Remains belonging to 7-year-old Demetrakis Demetriades was laid to rest on Saturday in Larnaca, following a memorial service at Saint Lazarus church where Cyprus Presidential Commissioner Photis Photiou called on the younger generations to uphold the ideals of those who sacrificed their lives for the country.

“Sixty-six years after the sacrifice of the little hero of EOKA, but one with the soul of a giant, Demetrakis Demetriades, state, church, and family all honor his memory as we bid farewell in accordance with our religious traditions, sensing at the same time our sacred duty to instill in the younger generations the grand ideals of sacrifice by our fellow compatriots for the freedom of our own country,” Photiou said.

Demetrakis was shot and killed during a protest on 14 March 1956 in Larnaca, a year after EOKA fighters in Cyprus officially started a guerilla war.

According to oral history and witness accounts in the media, a loud voice was heard in Demetrakis’ elementary school on a casual Wednesday, calling pupils to join a protest.

Minutes later the church bells at Saint Lazarus were ringing accompanied with slogans such as “demonstration, demonstration,” “enosis, enosis,” and “Brits out of Cyprus.”

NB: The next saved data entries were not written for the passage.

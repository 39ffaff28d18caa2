// Flow 1 in a real browser: a demo student opens a published lab, reads the handout with their own
// values, types readings with units (one refused for its unit, then fixed), attaches a logged trace with
// upload progress, double-clicks submit (one attempt), and sees per-question feedback with a score, the
// trace analysis and a worked solution; then asks for a review. The instructor sees the attempt in the
// lab's table. The lab is made here through the API, so the test does not depend on the demo's labs.
import { AxeBuilder } from "@axe-core/playwright";
import type { Browser, BrowserContext, Page } from "playwright-core";
import { afterAll, beforeAll, describe, expect, it } from "vitest";
import { formatQuantity, templates, type Params } from "@/lib/grader";
import { squareWaveCsv } from "@/lib/trace";
import { baseURL, demo, launch, newPage, signIn } from "./harness";

let browser: Browser;
// One signed-in context per person for the whole file: sign-in hashes a password, which is slow on a busy machine.
let staff: { context: BrowserContext; page: Page };
let student: { context: BrowserContext; page: Page };
let labId: string;
let attemptId: string;
const TITLE = `Browser lab: a sleeping node ${Date.now().toString(36)}`;

async function apiJson(context: BrowserContext, method: "GET" | "POST" | "PATCH", url: string, data?: unknown) {
  const res = await context.request.fetch(url, { method, data, headers: data ? { "content-type": "application/json", origin: baseURL } : undefined });
  return { status: res.status(), body: await res.json().catch(() => null) };
}

async function seriousViolations(page: Page, include?: string): Promise<string[]> {
  let axe = new AxeBuilder({ page });
  if (include) axe = axe.include(include);
  const results = await axe.analyze();
  return results.violations
    .filter((v) => v.impact === "serious" || v.impact === "critical")
    .map((v) => `${v.id}: ${v.nodes.map((n) => n.target.join(" ")).join(", ")}`);
}

beforeAll(async () => {
  browser = await launch();
  // The demo instructor makes and publishes a duty-cycle lab: currents drawn per student, a 10 ms wake
  // every second (so a generated trace samples the edges exactly).
  staff = await newPage(browser);
  student = await newPage(browser);
  await signIn(staff.page, demo.instructor);
  await signIn(student.page, demo.student);
  const context = staff.context;
  const courses = await apiJson(context, "GET", "/api/courses");
  expect(courses.status).toBe(200);
  const course = (courses.body.courses as { id: string; code: string; role: string }[]).find((c) => c.code === "ELM-214" && c.role === "instructor");
  expect(course).toBeDefined();
  const created = await apiJson(context, "POST", `/api/courses/${course!.id}/labs`, {
    title: TITLE,
    templateKey: "duty-cycle",
    spec: {
      template: "duty-cycle",
      parameters: {
        sleepCurrent: { mode: "range", min: 2e-6, max: 9e-6 },
        activeCurrent: { mode: "range", min: 0.01, max: 0.04 },
        activeTime: { mode: "fixed", value: 0.01 },
        period: { mode: "fixed", value: 1 },
        batteryCapacity: { mode: "fixed", value: 792 },
        usableFraction: { mode: "fixed", value: 0.8 },
      },
    },
    questions: [
      { quantity: "averageCurrent", kind: "bench", points: 2 },
      { quantity: "chargePerWake", kind: "prediction", points: 1 },
      { quantity: "batteryLife", kind: "prediction", points: 1 },
    ],
    policy: {},
    attemptsAllowed: 3,
    counting: "best",
    opensAt: null,
    dueAt: "2099-06-30T17:00:00Z",
    latePenaltyPercentPerDay: 10,
    lateFloorPercent: 50,
    showExpected: "after_attempt",
    instructions: "Log the node's supply current for a few seconds, then answer from your own values.",
    safetyNotes: "Keep the supply off while you change the shunt.",
  });
  expect(created.status, JSON.stringify(created.body)).toBe(201);
  labId = created.body.lab.id;
  const published = await apiJson(context, "PATCH", `/api/labs/${labId}`, { status: "published" });
  expect(published.status, JSON.stringify(published.body)).toBe(200);
});

afterAll(async () => {
  await staff?.context.close();
  await student?.context.close();
  await browser?.close();
});

describe("lab submission in the browser (flow 1)", () => {
  it("a student reads their handout, types readings with units, attaches a trace, submits once and sees graded feedback", async () => {
    const { context, page } = student;
    const handout = await apiJson(context, "GET", `/api/labs/${labId}/handout`);
    expect(handout.status).toBe(200);
    const params = handout.body.handout.params as Params;
    const expected = templates["duty-cycle"].compute(params) as Record<string, number>;

    await page.goto(`/labs/${labId}`);
    expect(await page.getByRole("heading", { level: 1 }).textContent()).toBe(TITLE);
    // the handout shows this student's own values
    for (const p of handout.body.handout.parameters as { key: string; shown: string }[]) {
      expect(await page.getByTestId(`value-${p.key}`).textContent()).toBe(p.shown);
    }
    expect(await page.getByTestId("attempts-left").textContent()).toBe("3 of 3 attempts left.");
    const submit = page.getByRole("button", { name: "Submit for grading" });
    await expect.poll(() => submit.isEnabled(), { timeout: 20_000 }).toBe(true); // hydrated: typing is kept

    // a wrong dimension is refused as it is typed, with a message naming what is wanted
    const average = page.getByLabel("1. Average current");
    await average.fill("0.2 mV");
    const echo = page.getByTestId("echo-readings.q1");
    await expect.poll(() => echo.textContent()).toMatch(/asks for a current/);
    expect(await average.getAttribute("aria-invalid")).toBe("true");
    expect(await echo.getAttribute("aria-live")).toBe("polite");

    // fixed: typed in mA, read back in µA
    const avgText = `${(expected.averageCurrent * 1e3).toPrecision(4)} mA`;
    await average.fill(avgText);
    await expect.poll(() => echo.textContent()).toBe(`✓ Read as ${formatQuantity(Number((expected.averageCurrent * 1e3).toPrecision(4)) * 1e-3, "A")}`);
    expect(await average.getAttribute("aria-invalid")).toBeNull();
    await page.getByLabel("2. Charge per wake").fill(`${(expected.chargePerWake * 1e6).toPrecision(4)} uC`);
    await page.getByLabel("3. Battery life").fill(`${(expected.batteryLife / 3600).toPrecision(4)} h`);
    await expect.poll(() => page.getByTestId("echo-readings.q3").textContent()).toMatch(/^✓ Read as .* h( \(= .*\))?$/);

    // a file of the wrong type is refused where it was attached, and the readings stay
    await page.getByLabel("Scope capture").setInputFiles({ name: "notes.txt", mimeType: "text/plain", buffer: Buffer.from("not an image at all") });
    await expect.poll(() => page.getByTestId("file-image").getByRole("alert").textContent(), { timeout: 15_000 }).toMatch(/PNG or JPEG/);
    await page.getByTestId("file-image").getByRole("button", { name: "Remove file" }).click();
    expect(await average.inputValue()).toBe(avgText);

    // the logged trace: five periods sampled every millisecond, with a few garbage lines
    const csv = squareWaveCsv({
      sleepCurrent: params.sleepCurrent as number,
      activeCurrent: params.activeCurrent as number,
      activeTime: 0.01,
      period: 1,
      cycles: 5,
      sampleInterval: 0.001,
      units: { time: "ms", current: "mA" },
      garbageEvery: 1500,
    });
    await page.getByLabel("Logged current trace").setInputFiles({ name: "node-trace.csv", mimeType: "text/csv", buffer: Buffer.from(csv) });
    const traceField = page.getByTestId("file-trace");
    await traceField.getByText("Attached node-trace.csv").waitFor({ timeout: 20_000 });
    const bar = traceField.getByRole("progressbar");
    expect(await bar.getAttribute("aria-valuenow")).toBe("100");
    expect(await traceField.textContent()).toMatch(/bad rows? skipped/);

    // a double click makes one attempt
    await submit.dblclick();
    await page.waitForURL(/\/attempts\/[0-9a-f-]{36}$/, { timeout: 30_000 });
    attemptId = page.url().split("/").pop()!;

    // feedback fetched in the page: score, one verdict per question, expected values, solution
    const score = page.getByTestId("score-value");
    await score.waitFor({ timeout: 20_000 });
    expect((await score.textContent())?.replace(/\s+/g, " ")).toBe("4 of 4 points");
    const results = page.getByTestId("result");
    expect(await results.count()).toBe(3);
    for (let k = 0; k < 3; k++) {
      expect(await results.nth(k).getAttribute("data-verdict")).toBe("correct");
      expect(await results.nth(k).getByTestId("verdict").textContent()).toMatch(/Correct/);
    }
    // two attempts are left and the lab is open: no expected value, band or worked solution yet
    expect(await results.first().textContent()).not.toMatch(/Expected/);
    expect(await results.first().getByText("Worked solution with your numbers").count()).toBe(0);
    expect(await page.getByTestId("score").textContent()).toMatch(/stay hidden while you can still earn points/);
    expect(await results.first().textContent()).toMatch(/trace averages .* agrees/);

    // the trace's analysis and plot
    const trace = page.getByTestId("trace-analysis");
    await trace.waitFor({ timeout: 15_000 });
    expect(await trace.getByTestId("trace-rows").textContent()).toMatch(/rows read; [1-9]\d* bad rows? skipped/);
    await trace.locator("canvas").first().waitFor({ state: "attached", timeout: 15_000 });
    await expect.poll(() => page.getByTestId("attempt-history").textContent()).toMatch(/Attempt 1: 4 of 4 points \(this one\)/);
    expect(await seriousViolations(page)).toEqual([]);

    // exactly one attempt was made
    const list = await apiJson(context, "GET", `/api/labs/${labId}/attempts`);
    expect(list.body.attempts.map((a: { id: string }) => a.id)).toEqual([attemptId]);

    // asking for a review: too short is refused with a message, then sent
    const review = page.getByTestId("review");
    const box = review.getByLabel("What should the staff look at again?");
    await box.fill("hi");
    await review.getByRole("button", { name: "Ask for a review" }).click();
    await expect.poll(() => review.textContent()).toMatch(/at least 5 characters/);
    await box.fill("Please check question 3: I used the usable fraction from the handout.");
    await review.getByRole("button", { name: "Ask for a review" }).click();
    await expect.poll(() => review.textContent(), { timeout: 15_000 }).toMatch(/You asked for a review on/);

    // back on the lab page: the attempt is listed and one attempt is used
    await page.goto(`/labs/${labId}`);
    expect(await page.getByTestId("attempts-left").textContent()).toBe("2 of 3 attempts left.");
    expect(await page.getByRole("link", { name: /Attempt 1: 4 of 4 points/ }).getAttribute("href")).toBe(`/attempts/${attemptId}`);
    expect(await seriousViolations(page, '[data-testid="submission-form"]')).toEqual([]);
  });

  it("an answer that does not read is refused before sending, naming the field and keeping what was typed", async () => {
    const { context, page } = student;
    await page.goto(`/labs/${labId}`);
    const submit = page.getByRole("button", { name: "Submit for grading" });
    await expect.poll(() => submit.isEnabled(), { timeout: 20_000 }).toBe(true); // hydrated: typing is kept
    const average = page.getByLabel("1. Average current");
    await average.fill("9.1");
    await submit.click();
    const alert = page.getByTestId("submission-form").getByRole("alert").first();
    await expect.poll(() => alert.textContent()).toMatch(/Check this answer before submitting: Average current/);
    expect(await average.inputValue()).toBe("9.1");
    expect(await page.getByTestId("echo-readings.q1").textContent()).toMatch(/Add a unit/);
    // nothing was submitted
    const list = await apiJson(context, "GET", `/api/labs/${labId}/attempts`);
    expect(list.body.attempts).toHaveLength(1);
  });

  it("what is typed before the page's scripts arrive is kept and checked; the submit button waits for them", async () => {
    const page = await student.context.newPage();
    let release: () => void = () => undefined;
    const scriptsHeld = new Promise<void>((resolve) => (release = resolve));
    await page.route("**/_next/static/chunks/*.js", async (route) => {
      await scriptsHeld;
      await route.continue();
    });
    try {
      await page.goto(`/labs/${labId}`, { waitUntil: "domcontentloaded" });
      const submit = page.getByRole("button", { name: "Submit for grading", exact: true });
      expect(await submit.isDisabled()).toBe(true);
      const average = page.getByLabel("1. Average current", { exact: true });
      await average.fill("9.1");
      release();
      await expect.poll(() => submit.isEnabled(), { timeout: 30_000 }).toBe(true);
      expect(await average.inputValue()).toBe("9.1");
      await submit.click();
      const alert = page.getByTestId("submission-form").getByRole("alert").first();
      await expect.poll(() => alert.textContent(), { timeout: 20_000 }).toMatch(/Check this answer before submitting: Average current/);
      expect(await page.getByTestId("echo-readings.q1").textContent()).toMatch(/Add a unit/);
      const list = await apiJson(student.context, "GET", `/api/labs/${labId}/attempts`);
      expect(list.body.attempts).toHaveLength(1);
    } finally {
      release();
      await page.close();
    }
  });

  it("the instructor sees the attempt in the lab's table and opens its feedback", async () => {
    const { page } = staff;
    await page.goto(`/labs/${labId}`);
    const table = page.getByTestId("attempts-table");
    const row = table.getByRole("row", { name: /Noor Halvorsen/ });
    expect(await row.textContent()).toMatch(/4 \/ 4/);
    expect(await row.textContent()).toMatch(/3 correct/);
    expect(await row.textContent()).toMatch(/Requested/);
    await row.getByRole("link", { name: /Feedback on attempt 1/ }).click();
    await page.waitForURL(`**/attempts/${attemptId}`);
    await page.getByTestId("score-value").waitFor({ timeout: 20_000 });
    expect(await page.getByTestId("review").textContent()).toMatch(/The student asked for a review/);
    // staff always see the expected values and the worked solution
    const first = page.getByTestId("result").first();
    expect(await first.textContent()).toMatch(/Expected/);
    await first.getByText("Worked solution with your numbers").click();
    expect(await first.getByTestId("worked-solution").locator(".katex").count()).toBeGreaterThan(0);
  });

  it("the instructor holds the lab's grades from its page (the student then sees no score) and releases them", async () => {
    const hold = staff.page.getByRole("region", { name: "Grades released as they are graded" });
    await staff.page.goto(`/labs/${labId}`);
    await hold.getByRole("button", { name: "Hold grades", exact: true }).click();
    const held = staff.page.getByRole("region", { name: "Grades held" });
    await expect.poll(() => held.getByRole("status").textContent(), { timeout: 20_000 }).toBe("Grades are held.");

    await student.page.goto(`/labs/${labId}`);
    expect(await student.page.getByRole("link", { name: "Attempt 1: graded, not yet released", exact: true }).getAttribute("href")).toBe(`/attempts/${attemptId}`);

    await held.getByRole("button", { name: "Release grades", exact: true }).click();
    await expect.poll(() => hold.getByRole("status").textContent(), { timeout: 20_000 }).toMatch(/^Released: \d+ messages? queued\.$/);
    await student.page.goto(`/labs/${labId}`);
    await expect.poll(() => student.page.getByRole("link", { name: /^Attempt 1: 4 of 4 points/ }).count()).toBe(1);
  });
});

Demetrakis, known as an errand boy in his local community, was shot in the eye during the afternoon protest, with reports saying British soldiers had made use of tear gas to disperse the crowds but the boy still remained in the area with stones in his hands.

Local media said shots were fired with one striking Demetrakis in the eye, while additional reports at the time suggested the soldier who fired the shot was seen having a mental breakdown on site.

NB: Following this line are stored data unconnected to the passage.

async function main() {
  await ensurePostgres(cfg);
  await recreateDatabase(cfg, DB_NAME);
  const url = databaseUrl(cfg, DB_NAME);
  const courseId = await seed(url);
  if (process.argv.includes("--explain")) {
    try {
      await explain(url, courseId);
    } finally {
      await dropScratch();
    }
    return;
  }

  const env = appEnv(cfg, url);
  env.DATABASE_URL = url;
  const dist = process.env.SHUNTWISE_BENCH_DIST ?? ".next";
  await buildIfStale(dist, env);
  if (await portInUse(port)) throw new Error(`Port ${port} is in use; set SHUNTWISE_BENCH_PORT to a free port.`);
  const server = startNext({ distDir: dist, port, host: "127.0.0.1", env: { ...env, PORT: String(port), NEXTAUTH_URL: `http://127.0.0.1:${port}` }, quiet: true });
  const db = createDb(url, 4);
  try {
    const base = `http://127.0.0.1:${port}`;
    await waitForHttp(`${base}/api/health`, server);
    const cookie = await signIn(base);
    const loadBefore = load();
    const route: number[] = [];
    const alone: number[] = [];
    let bytes = 0;
    let cpuMs = 0;
    // Route and SQL alone alternate, call by call, so that a change of load on a shared machine weighs on
    // both alike; the SQL runs on one connection whose server process's CPU time is read from /proc
    // (the local cluster), a figure the load barely changes.
    const appPids = processTree(server.pid!);
    const appCpu = () => appPids.reduce((t, p) => t + cpuMsOf(p), 0);
    let appCpuMs = 0;
    const headers = { cookie, "accept-encoding": BROWSER_ACCEPT_ENCODING };
    await db.connection().execute(async (conn) => {
      const pid = (await sql<{ pid: number }>`select pg_backend_pid() as pid`.execute(conn)).rows[0].pid;
      const cpu = () => cpuMsOf(pid);
      for (let i = 0; i < WARMUP + RUNS; i++) {
        const a0 = appCpu();
        let t0 = performance.now();
        const res = await fetch(`${base}/api/courses/${courseId}/gradebook`, { headers });
        const body = await res.text();
        const routeMs = performance.now() - t0;
        if (i >= WARMUP) appCpuMs += appCpu() - a0;
        if (res.status !== 200) throw new Error(`gradebook answered ${res.status}: ${body.slice(0, 200)}`);
        if (i === 0) {
          const g = JSON.parse(body) as { labs: unknown[]; students: unknown[] };
          if (g.labs.length !== LABS || g.students.length !== STUDENTS) throw new Error("the gradebook does not have the seeded size");
        }
        bytes = body.length;
        const c0 = cpu();
        t0 = performance.now();
        const r = await gradebookJsonQuery(courseId).execute(conn);
        const sqlMs = performance.now() - t0;
        if (r.rows[0].doc.length !== bytes) throw new Error("the SQL alone returned a different document");
        if (i >= WARMUP) {
          cpuMs += cpu() - c0;
          route.push(routeMs);
          alone.push(sqlMs);
        }
      }
    });
    const a = p50(route);
    const b = p50(alone);
    const wire = await wireSize(`${base}/api/courses/${courseId}/gradebook`, headers);
    console.log(
      `${RUNS} calls each (route and SQL alone alternating) after ${WARMUP} warm-up calls; response ${(bytes / 1e6).toFixed(2)} MB, ` +
        `${(wire.bytes / 1e6).toFixed(2)} MB on the wire (${wire.encoding}).`,
    );
    console.log(
      `route min/max ${Math.min(...route).toFixed(1)}/${Math.max(...route).toFixed(1)} ms; sql min/max ${Math.min(...alone).toFixed(1)}/${Math.max(...alone).toFixed(1)} ms; ` +
        `PostgreSQL CPU per SQL call ${(cpuMs / RUNS).toFixed(1)} ms; app server CPU per route call ${(appCpuMs / RUNS).toFixed(1)} ms.`,
    );
    if (process.argv.includes("--browser")) await scrollInBrowser(base, courseId);
    console.log(`Machine: ${load()} (before the runs: ${loadBefore}).`);
    console.log(`gradebook p50 ${a.toFixed(1)} ms; sql alone p50 ${b.toFixed(1)} ms; ratio ${(a / b).toFixed(2)}`);
  } finally {
    await db.destroy();
    server.kill("SIGTERM");
    await dropScratch();
  }
}

main().catch((e) => {
  console.error(e instanceof Error ? e.message : e);
  process.exit(1);
});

But speaking at the memorial service, Stavroula Laki-Demetriades, a relative of the boy, said “Demetrakis did not have a gun or knife but was holding a few rocks that he would share with classmates,” adding they boys would throw rocks at the British soldiers seen by locals as occupiers.

Laki-Demetriades went on to accuse the soldier of feeling pleased after shooting the boy.

“He was happy because he had killed a man, but he had no idea that he embarrassed his country and army,” she said.

Last year officials heeded the family’s calls and opened the boy’s family gravesite to carry out DNA testing. It was then determined the fallen child was indeed among the buried with officials promising a proper hero’s burial.